__What you will do__
Out of the data below, copy every line with the string "says".

--- Data section Enclosed Below ---

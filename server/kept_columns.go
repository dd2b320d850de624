package server

import (
	"encoding/json"
	"fmt"

	"github.com/labstack/echo/v4"

	"tripwell/export/register"
	"tripwell/export/results"
	"tripwell/forms"
	"tripwell/store"
)

// What columns are kept of.
const (
	ofRegister = "register"
	ofResults  = "results"
)

// columnsKept is what somebody said of the columns of a file, kept under a name.
type columnsKept struct{ Name, Under string }

// keptList is shown where a file is chosen; Action deletes one of it.
type keptList struct {
	Action string
	Rows   []columnsKept
}

// keptColumns lists what is kept of files of one kind, of those that fit where fits is given.
func (s *Server) keptColumns(of string, fits func(store.KeptColumns) bool) (rows []columnsKept, err error) {
	list, err := s.store.KeptColumns(of)
	if err != nil {
		return nil, err
	}
	k := s.ink()
	for _, kept := range list {
		if fits != nil && !fits(kept) {
			continue
		}
		by := k.say("intake.kept_owner")
		if p, err := s.store.Person(kept.By); err == nil {
			by = p.Name
		}
		rows = append(rows, columnsKept{kept.Name, k.say("intake.kept_by", "day", k.day(forms.DayOf(kept.At)), "by", by)})
	}
	return rows, nil
}

// keepAs asks for the name to keep a file's columns under.
func (s *Server) keepAs(u upload) field {
	return field{Name: "keep_as", Type: "text", Label: s.words.Say("intake.keep_as"), Hint: s.words.Say("intake.keep_as_hint"), Value: u.keptAs}
}

// columnsNamed gives what is kept under a name.
func (s *Server) columnsNamed(of, name string) (kept store.KeptColumns, err error) {
	list, err := s.store.KeptColumns(of)
	for _, one := range list {
		if one.Name == name {
			return one, nil
		}
	}
	if err == nil {
		err = refuse(codeNotFound, "", s.words.Say("intake.kept_gone"))
	}
	return kept, err
}

// keepColumns keeps how a file was read under a name, and says what to tell the person.
func (s *Server) keepColumns(c echo.Context, of, name string, shapes []string, said any) (note string, err error) {
	raw, err := json.Marshal(said)
	if err != nil {
		return "", fmt.Errorf("keep columns: %w", err)
	}
	if len(shapes) == 0 {
		return s.words.Say("intake.keep_none"), nil
	}
	err = s.store.KeepColumns(c.Request().Context(), store.KeptColumns{Of: of, Name: name, Shapes: shapes, Said: raw, By: person(c).ID})
	if w, fault := wrongOf(err); err != nil && !fault {
		return w.Text, nil
	}
	return s.words.Say("intake.kept_now", "name", name), err
}

// importColumnsDrop and resultsColumnsDrop delete what is kept under a name.
func (s *Server) importColumnsDrop(c echo.Context) error {
	return s.columnsDrop(c, ofRegister, "/import")
}

func (s *Server) resultsColumnsDrop(c echo.Context) error {
	return s.columnsDrop(c, ofResults, "/results")
}

func (s *Server) columnsDrop(c echo.Context, of, page string) error {
	f, err := s.typedForm(c)
	if err != nil {
		return err
	}
	if err := s.store.DropColumns(c.Request().Context(), of, f.Get("name")); err != nil {
		return err
	}
	return toPage(c, page)
}

// registerUse reads an upload's columns as they are kept under a name, and says so.
func (s *Server) registerUse(u *upload, name string) error {
	kept, err := s.columnsNamed(ofRegister, name)
	if err != nil {
		return err
	}
	if u.mapping, err = register.ParseMapping(kept.Said); err == nil {
		u.note, u.keptAs = s.words.Say("intake.kept_used", "name", name), name
	}
	return err
}

// resultsUse does the same for tests made elsewhere; what else was said of the file stays.
func (s *Server) resultsUse(u *upload, name string) error {
	kept, err := s.columnsNamed(ofResults, name)
	if err != nil {
		return err
	}
	ask, err := results.ParseAsk(kept.Said)
	if err == nil {
		u.ask.Columns, u.ask.Dates = ask.Columns, ask.Dates
		u.note, u.keptAs = s.words.Say("intake.kept_used", "name", name), name
	}
	return err
}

--- End of Enclosed Data section ---

__Problem solution__
// keepColumns keeps how a file was read under a name, and says what to tell the person.
// registerUse reads an upload's columns as they are kept under a name, and says so.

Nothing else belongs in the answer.